Data mining and process mining are some of the concepts that are very hot when talking about big data.
Big data is data that exists everywhere and it is the analysis of these data, that have named a range of techniques - including Data Mining and Process Mining.
Both Data Mining and Process Mining goes under the concept, called Business Intelligence. Business intelligence refers to techniques and tools that are used to analyse large amounts of digital data and retrieve valuable business knowledge out of them. And that is true for data mining techniques as well as process mining techniques - albeit with different perspective on the analysis and the results they produce.
Let's look at some of the similarities between the two :
- Both techniques are used to analyse large amounts of data, that it would be impossible to analyse manually
- Both techniques produce information that can be used for making business decisions
- Both techniques use the "mining" techniques where algorithms traverse through large volumes of data, looking for patterns and relationships
Of course there are some similarities, as both techniques can be categorised as Business Intelligence. But, as mentioned before, the two techniques have different perspectives and goals.
Differences between Data Mining and Process Mining:
- Data mining techniques are using multi-dimensional views (cubes ) on data which can be drilled up and down (in different aggregated levels levels). For example, a sale of a product could have the related dimensions: price, product category , customer , region, country , area, day, month, quarter , year, and so on and it is then possible to slice and look at the cube of data and aggregated data in various ways.
- Data mining techniques are primarily used to find patterns in large data sets. With data mining techniques it may be possible to find that certain categories of customers demand a certain product, or to find that the customers who most frequently buy product A are also the ones most often buying product B , or that the products placed on a specific location in the shop while running an advertising campaign, are also the ones that sell the best. I remember an English department store which, through data mining techniques, found out that the customers who shopped the most were also those most often buyingt a special Italian cheese that otherwise was not often sold. Traditionally retailers would try to remove products with very low turnover rates and replace them with products with better sales - the problem is that the removal of goods according to the principle could lead to the best customers having to look somewhere else (for the special Italian cheese).
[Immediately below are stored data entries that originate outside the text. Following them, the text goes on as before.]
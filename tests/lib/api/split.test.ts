import fc from "fast-check";
import { describe, expect, test } from "vitest";
import { splitRequest } from "@/lib/api/split";
import { sum } from "@/lib/sum";
import { split } from "@/lib/timeline/split";

const issueOf = (request: unknown) => splitRequest.safeParse(request).error?.issues[0];

describe("splitRequest", () => {
  test("for any request that it takes, the split answers and loses nothing", () => {
    const whole = fc.oneof(fc.nat(100), fc.maxSafeNat(), fc.constant(0));
    const requests = fc.record({ seconds: whole, weights: fc.array(whole, { maxLength: 8 }) });
    fc.assert(
      fc.property(requests, (request) => {
        fc.pre(splitRequest.safeParse(request).success);
        expect(sum(split(request.seconds, request.weights))).toBe(request.seconds);
      }),
    );
  });
  test.each([
    { seconds: 10, weights: [1, 1, 1] },
    { seconds: 0, weights: [0] },
    { seconds: Number.MAX_SAFE_INTEGER, weights: [0, 1] },
  ])("takes %j", (request) => expect(splitRequest.parse(request)).toEqual(request));
  test.each([
    [{ seconds: -1, weights: [1] }, ["seconds"]],
    [{ seconds: 1.5, weights: [1] }, ["seconds"]],
    [{ seconds: "10", weights: [1] }, ["seconds"]],
    [{ seconds: 10, weights: [] }, ["weights"]],
    [{ seconds: 10, weights: [1, -1] }, ["weights", 1]],
    [{ seconds: 10, weights: [0.5] }, ["weights", 0]],
    [{ seconds: 10, weights: Array.from({ length: 10_001 }, () => 1) }, ["weights"]],
  ])("refuses %j at %j", (request, path) => expect(issueOf(request)?.path).toEqual(path));
  test("refuses what cannot be shared exactly, and says what to do", () => {
    const huge = { seconds: 2 ** 40, weights: [2 ** 40, 1] };
    expect(issueOf(huge)).toMatchObject({ path: ["weights"], code: "custom" });
    expect(issueOf(huge)?.message).toContain("Too large to share exactly");
    expect(issueOf({ seconds: 1, weights: [2 ** 52, 2 ** 52] })?.path).toEqual(["weights"]);
    expect(issueOf({ seconds: 2 ** 52, weights: [0, 0] })?.path).toEqual(["weights"]);
  });
});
- The input to data mining are tables with data
- Process mining is not used to find relationship data patterns, but rather to find process relationships in the data. Finding process relationships that provide an overview of processes and activities in the process, and deviations and process performance such as throughput , bottlenecks and discrepancies.
- Process mining's perspective is not on patterns in the data but in the processes the data represents.
- The goal of process mining is to find information about the business processes
- The input to the process mining analysis are event logs , audit trails , and data and events stamped in the IT systems.
Process Mining bridging data mining and big data, and business process management
Process mining is the " missing link" between data mining and traditional BPM ( Business Process Management ). Data mining provides valuable insights through analysis of data, but is generally not concerned about processes. This is where process mining comes into the picture and gives the opportunity to get the same benefits of data mining ,when working with processes and process improvements.
Process mapping can be done with mining techniques instead of brown -paper workshops and interviews. And the process performance analysis can be made on existing data mining techniques without first collecting data through work studies.